6.如权利要求3所述的构建方法,其特征在于,所述步骤(2)中,重叠PCR的初次扩增体系为25μL:Cot蛋白基因片段4μL,对应的海藻糖合酶基因片段treS 4μL,2×Phanta Max MasterMix 12.5μL,ddH2O 4.5μL;
所述重叠PCR的初次扩增程序如下:
95℃预变性3min;95℃变性15s,65℃退火15s,72℃延伸1min 30s,5个循环;72℃延伸
5min;
所述重叠PCR的补充体系为25μL:
上游引物cot-F 2μL,下游引物cot-treS-R 2μL,2×Phanta Max Master Mix 12.5μL,ddH2O 8.5μL;
所述重叠PCR补充扩增程序如下:
95℃预变性3min;95℃变性15s,63℃退火15s,72℃延伸1min 30s,30个循环;72℃延伸
5min;4℃保存。
7.如权利要求3所述的构建方法,其特征在于,所述步骤(5)中,电转化的条件如下:将6μL重组质粒加入60μL枯草芽孢杆菌感受态细胞中,2500V,5ms,电击一次。

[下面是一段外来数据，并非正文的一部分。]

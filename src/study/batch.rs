//! Sweeps in batches: many frequencies at once in lanes, shared out to threads, each lane judged;
//! frequencies whose lane is not good enough are solved on their own.

use crate::circuit::{Circuit, FormulaId};
use crate::number::ComplexTwofold;
use crate::solve::Pattern;
use crate::solve::lanes::{Equations, Plan, Uses, Verdict, Workspace};
use crate::study::engine::Engine;
use crate::study::point::{EXTRA_LOW_VOLTS_AC, missed};
use crate::study::{StudyError, SweepRow, Value};
use crate::system::Quantity;
use crate::system::affine::AffineSystem;
use num_complex::Complex64;
use rayon::prelude::*;

/// Relative error that the corrections of a lane may leave: below what a double shows.
const MOST_LEFT: f64 = 1e-16;

/// Reserve on the bound of what a correction leaves, as it rests on an observed ratio.
const RESERVE: f64 = 8.0;

/// Rounding of the twofold operations after the last correction, relative.
const TWOFOLD_ROUNDING: f64 = 1e-29;

/// Batches each thread takes up in one round at most: enough to outweigh handing them out.
const MOST_BATCHES_A_ROUND: u64 = 16;

/// Complex multiply-adds of one thread in a round: some tens of milliseconds, so that rows of a
/// large circuit do not wait for long.
const WORK_A_ROUND: u64 = 50_000_000;

/// How the frequencies of a sweep were solved.
#[derive(Clone, Copy, Debug, Default, PartialEq, Eq)]
pub struct Tally {
    /// Frequencies at once.
    pub lanes: usize,
    /// Threads.
    pub threads: usize,
    /// Complex multiply-adds of one factorisation and solution.
    pub work: u64,
    /// The plan uses the symmetry of the matrix.
    pub symmetric: bool,
    /// Frequencies solved in lanes.
    pub in_lanes: usize,
    /// Frequencies solved on their own with fresh pivots.
    pub alone: usize,
}

/// What one thread works with.
struct State<'c> {
    engine: Engine<'c>,
    workspace: Workspace,
    alone: usize,
}

/// A circuit made ready for sweeps above f = 0.
pub(crate) struct Batches<'c> {
    circuit: &'c Circuit,
    plan: Plan,
    /// Formulas of the further values of the equations, true for those that are subtracted.
    extras: Vec<(bool, FormulaId)>,
    needed: Vec<FormulaId>,
    /// The unknowns that the readings rest on.
    unknowns: Vec<u32>,
    states: Vec<State<'c>>,
    in_lanes: usize,
}

/// One frequency: a row, or why there is none.
pub(crate) type Outcome = Result<SweepRow, StudyError>;

impl<'c> Batches<'c> {
    /// Finds the plan at `frequency_hz`, which should stand for all. `None` where frequencies are
    /// better solved one by one: nothing to solve, or no plan.
    pub fn new(
        circuit: &'c Circuit,
        mut make: impl FnMut() -> Result<Engine<'c>, StudyError>,
        frequency_hz: f64,
    ) -> Result<Option<Self>, StudyError> {
        let mut engine = make()?;
        let system = engine.system();
        if system.unknowns.is_empty() {
            return Ok(None);
        }
        let Ok(affine) = AffineSystem::new(system) else { return Ok(None) };
        let mut extras = Vec::new();
        let mut equations =
            Equations { entries: affine.entries, right: affine.right, ..Equations::default() };
        for stamp in &affine.bent_stamps {
            let Quantity::Formula(id) = stamp.quantity else { continue };
            equations.extra_entries.push(stamp.slot);
            extras.push((stamp.negative, id));
        }
        for drive in &affine.bent_drives {
            equations.extra_right.push(drive.row);
            extras.push((drive.negative, drive.formula));
        }
        let pattern = Pattern {
            n: system.unknowns.len(),
            column_start: system.column_start.clone(),
            row: system.row.clone(),
        };
        let bent: Vec<FormulaId> = extras.iter().map(|(_, id)| *id).collect();
        let needed = engine.needed_of_frequency(&bent);
        engine.evaluate_at(frequency_hz, &needed);
        let sample: Option<Vec<Complex64>> = extras
            .iter()
            .map(|&(negative, id)| {
                let value = engine.value(id).ok()?.centre.to_complex();
                Some(if negative { -value } else { value })
            })
            .collect();
        let Some(sample) = sample else { return Ok(None) };
        let uses = Uses { refine: true, ..Uses::default() };
        let Ok(plan) = Plan::new(&pattern, &equations, frequency_hz, &sample, uses) else {
            return Ok(None);
        };
        let unknowns = engine.needed_unknowns();
        let workspace = plan.workspace(&equations);
        let mut states = vec![State { engine, workspace: workspace.clone(), alone: 0 }];
        for _ in 1..rayon::current_num_threads() {
            states.push(State { engine: make()?, workspace: workspace.clone(), alone: 0 });
        }
        Ok(Some(Batches { circuit, plan, extras, needed, unknowns, states, in_lanes: 0 }))
    }

    /// Frequencies to hand over at once.
    pub fn round(&self) -> usize {
        let lanes = self.plan.lanes() as u64;
        let batches = WORK_A_ROUND / (self.plan.work() * lanes).max(1);
        (batches.clamp(1, MOST_BATCHES_A_ROUND) * lanes) as usize * self.states.len()
    }

    /// How it went so far.
    pub fn tally(&self) -> Tally {
        let alone = self.states.iter().map(|state| state.alone).sum();
        Tally {
            lanes: self.plan.lanes(),
            threads: self.states.len(),
            work: self.plan.work(),
            symmetric: self.plan.is_symmetric(),
            in_lanes: self.in_lanes - alone,
            alone,
        }
    }

    /// Solves frequencies above zero, in their order. Which thread and which lane a frequency
    /// falls to makes no difference to any bit of its row.
    pub fn rows(&mut self, frequencies_hz: &[f64], varied: &[f64]) -> Vec<Outcome> {
        self.in_lanes += frequencies_hz.len();
        let lanes = self.plan.lanes();
        let batches = frequencies_hz.len().div_ceil(lanes);
        let share = batches.div_ceil(self.states.len()).max(1) * lanes;
        let job = Job {
            circuit: self.circuit,
            plan: &self.plan,
            extras: &self.extras,
            needed: &self.needed,
            unknowns: &self.unknowns,
            varied,
        };
        let parts: Vec<Vec<Outcome>> = self
            .states
            .par_iter_mut()
            .zip(frequencies_hz.par_chunks(share))
            .map(|(state, part)| {
                let mut out = Vec::with_capacity(part.len());
                for batch in part.chunks(lanes) {
                    job.run(state, batch, &mut out);
                }
                out
            })
            .collect();
        parts.into_iter().flatten().collect()
    }
}

/// What all batches of a round share.
struct Job<'j> {
    circuit: &'j Circuit,
    plan: &'j Plan,
    extras: &'j [(bool, FormulaId)],
    needed: &'j [FormulaId],
    unknowns: &'j [u32],
    varied: &'j [f64],
}

impl Job<'_> {
    fn run(&self, state: &mut State, batch: &[f64], out: &mut Vec<Outcome>) {
        let State { engine, workspace, alone } = state;
        // Lanes beyond the batch repeat its last frequency.
        let mut valued = vec![true; batch.len()];
        for lane in 0..if self.extras.is_empty() { 0 } else { self.plan.lanes() } {
            let at = lane.min(batch.len() - 1);
            engine.evaluate_at(batch[at], self.needed);
            for (which, &(negative, id)) in self.extras.iter().enumerate() {
                let value = engine.value(id).map(|ball| ball.centre);
                valued[at] &= value.is_ok();
                let value = value.unwrap_or(ComplexTwofold::ZERO);
                let value = if negative { -value } else { value };
                let high = value.to_complex();
                let low = (value - ComplexTwofold::from(high)).to_complex();
                workspace.set_extra(which, lane, high);
                workspace.set_extra_low(which, lane, low);
            }
        }
        let mut good: Vec<bool> = {
            let verdicts = self.plan.run(workspace, batch);
            // A poor backward error shows in the corrections too, and may be made good by them.
            let solved = |v: &Verdict| v.backward_error.is_finite();
            verdicts.iter().zip(&valued).map(|(v, valued)| solved(v) && *valued).collect()
        };
        self.plan.refine(workspace);
        for (lane, good) in good.iter_mut().enumerate() {
            let (correction, left) = workspace.left(lane);
            *good &= RESERVE * left * correction <= MOST_LEFT;
        }
        for (lane, &frequency_hz) in batch.iter().enumerate() {
            if good[lane] {
                let (largest, left) = workspace.left(lane);
                engine.adopt(frequency_hz, self.needed, self.unknowns, |unknown| {
                    let (x, correction) = workspace.refined(unknown, lane);
                    let sum = ComplexTwofold::from(x) + ComplexTwofold::from(correction);
                    let off = RESERVE * left * (correction.norm() + largest * x.norm());
                    (sum, off + TWOFOLD_ROUNDING * x.norm())
                });
            } else {
                *alone += 1;
                if let Err(error) = engine.solve(frequency_hz) {
                    out.push(Err(error));
                    continue;
                }
            }
            let highest = match good[lane] {
                true => highest_volts(engine, workspace, lane),
                false => engine.highest_volts(),
            };
            let row = row(self.circuit, engine, frequency_hz, self.varied, highest);
            out.push(Ok(row));
        }
    }
}

/// The highest voltage in a lane: exact where it is of concern, else that of the highest node.
fn highest_volts(engine: &Engine, workspace: &Workspace, lane: usize) -> f64 {
    let nodes = engine.system().of_node.iter().flatten();
    let node = nodes.map(|&unknown| workspace.size(unknown as usize, lane)).fold(0.0, f64::max);
    // No drop is larger than twice the highest node.
    if 2.0 * node <= EXTRA_LOW_VOLTS_AC {
        return node;
    }
    engine.highest_volts_of(|unknown| workspace.refined(unknown as usize, lane).0)
}

/// The row of a frequency that has no solution.
pub(crate) fn row_without_values(circuit: &Circuit, frequency_hz: f64, varied: &[f64]) -> SweepRow {
    let reads = circuit.reads.len();
    SweepRow {
        varied: varied.to_vec(),
        frequency_hz,
        values: vec![undetermined(); reads],
        missed: vec![false; reads],
        highest_volts: 0.0,
    }
}

fn undetermined() -> Value {
    Value { value: Complex64::new(f64::NAN, f64::NAN), error: f64::INFINITY }
}

/// The row of a frequency that has been solved.
pub(crate) fn row(
    circuit: &Circuit,
    engine: &Engine,
    frequency_hz: f64,
    varied: &[f64],
    highest_volts: f64,
) -> SweepRow {
    let mut row = SweepRow {
        varied: varied.to_vec(),
        frequency_hz,
        values: Vec::with_capacity(circuit.reads.len()),
        missed: Vec::with_capacity(circuit.reads.len()),
        highest_volts,
    };
    for read in &circuit.reads {
        let value = engine.value(read.value).map_or_else(|_| undetermined(), Value::from);
        row.values.push(value);
        row.missed.push(!read.limits.is_empty() && !missed(engine, read, value).is_empty());
    }
    row
}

8.权利要求1所述的枯草芽孢杆菌工程菌在制备海藻糖中的应用。
9.如权利要求8所述的应用,其特征在于,步骤如下:
(i)将芽孢表面高效展示海藻糖合酶的重组枯草芽孢杆菌在TB培养基中扩大培养,35~38℃发酵45~50h,离心,取芽孢,制得在芽孢表面固定化的海藻糖合酶;
(ii)将步骤(i)中制得的在芽孢表面固定化的海藻糖合酶用磷酸盐缓冲液重悬,然后加入麦芽糖溶液,在23~27℃条件下,转化3.5~5h,纯化,制得海藻糖。

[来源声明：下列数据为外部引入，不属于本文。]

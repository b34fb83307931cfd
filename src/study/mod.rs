//! Studies: a circuit and a question in, plain results out. Nothing here prints.

pub mod adaptive;
pub(crate) mod batch;
pub mod compare;
pub mod engine;
pub mod explain;
pub mod grid;
pub mod pair;
pub mod point;
pub mod prove;
pub mod sweep;

use crate::diag::Diagnostic;
use crate::quantity::Dimension;
use num_complex::Complex64;

/// A complex result with a bound on how far it may be from the exact solution of the circuit.
#[derive(Clone, Copy, Debug, Default, PartialEq)]
pub struct Value {
    /// The value in SI units; phasors are rms.
    pub value: Complex64,
    /// Bound on |value − exact|, in the same unit.
    pub error: f64,
}

/// The voltage of one node.
#[derive(Clone, Debug, PartialEq)]
pub struct NodeResult {
    /// The node's name.
    pub name: String,
    /// The node its voltage is measured against.
    pub reference: String,
    /// The voltage in volts.
    pub voltage: Value,
}

/// What happens in one element.
#[derive(Clone, Debug, PartialEq)]
pub struct ElementResult {
    /// The element's name.
    pub name: String,
    /// What it is: `resistor`, `winding`, `capacitor`, `voltage source`, …
    pub kind: &'static str,
    /// Left node.
    pub left: String,
    /// Right node.
    pub right: String,
    /// Left minus right, in volts; `None` where it is not determined (an open capacitor between
    /// two islands at f = 0).
    pub drop: Option<Value>,
    /// From left to right through the element, in amperes.
    pub current: Value,
    /// Absorbed complex power, in volt-amperes.
    pub power: Value,
}

/// One reading.
#[derive(Clone, Debug, PartialEq)]
pub struct ReadingResult {
    /// The reading's name, or the expression given on the command line.
    pub name: String,
    /// Its dimension.
    pub dimension: Dimension,
    /// True where the expression can only be real (`re(…)`, `abs(…)`): print no angle.
    pub real: bool,
    /// The value in SI units.
    pub value: Value,
    /// The limits it missed, in words.
    pub missed: Vec<String>,
}

/// Tellegen's theorem on one solution.
#[derive(Clone, Copy, Debug, Default, PartialEq)]
pub struct Balance {
    /// Complex power all sources deliver, in volt-amperes.
    pub delivered: Complex64,
    /// Complex power everything else absorbs.
    pub absorbed: Complex64,
    /// |delivered − absorbed| over the sum of all magnitudes.
    pub mismatch: f64,
}

/// One solved frequency.
#[derive(Clone, Debug, PartialEq)]
pub struct Solution {
    /// The frequency in hertz.
    pub frequency_hz: f64,
    /// Every node, in the order written.
    pub nodes: Vec<NodeResult>,
    /// Every element, in the order written.
    pub elements: Vec<ElementResult>,
    /// Every reading, in the order written.
    pub readings: Vec<ReadingResult>,
    /// The power balance.
    pub balance: Balance,
    /// Mean energy stored in windings and couplings, in joules.
    pub magnetic_energy_j: f64,
    /// Mean energy stored in capacitors, in joules.
    pub electric_energy_j: f64,
    /// Index of the element with the highest drop.
    pub highest_drop: Option<usize>,
    /// What the reader should know, one line each (cautions, accuracy).
    pub notes: Vec<String>,
}

/// What a sweep delivers for one frequency.
#[derive(Clone, Debug, PartialEq)]
pub struct SweepRow {
    /// Values of the varied parameters, in SI units, in the order asked.
    pub varied: Vec<f64>,
    /// The frequency in hertz.
    pub frequency_hz: f64,
    /// One value a reading, in the order of [`SweepHead::readings`].
    pub values: Vec<Value>,
    /// Which readings missed a limit.
    pub missed: Vec<bool>,
    /// The highest voltage anywhere in the circuit, in volts rms.
    pub highest_volts: f64,
}

/// What is the same for every row of a sweep.
#[derive(Clone, Debug, PartialEq)]
pub struct SweepHead {
    /// Names of the varied parameters with their dimensions.
    pub varied: Vec<(String, Dimension)>,
    /// Name, dimension and realness of every reading.
    pub readings: Vec<(String, Dimension, bool)>,
    /// How many rows will come; 0 where only the sweep itself will tell.
    pub rows: usize,
}

/// Why a study has no result.
#[derive(Clone, Debug, PartialEq)]
pub enum StudyError {
    /// The circuit or the call is wrong.
    Refused(Vec<Diagnostic>),
    /// No solution exists that could be trusted.
    NoSolution(Vec<Diagnostic>),
}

10.如权利要求9所述的应用,其特征在于,所述步骤(i)中,TB培养基组份如下:
20g/L葡萄糖,30g/L大豆蛋白胨,2.5g/L MgCl2,17mM KH2PO4,72mM K2HPO4;
优选的,所述步骤(i)中,离心条件为:4℃、7500rpm的条件下离心10min;
优选的,所述步骤(ii)中,磷酸盐缓冲液pH8.0,浓度10mM;
优选的,所述步骤(ii)中,反应体系中麦芽糖的质量百分比浓度为25~40%。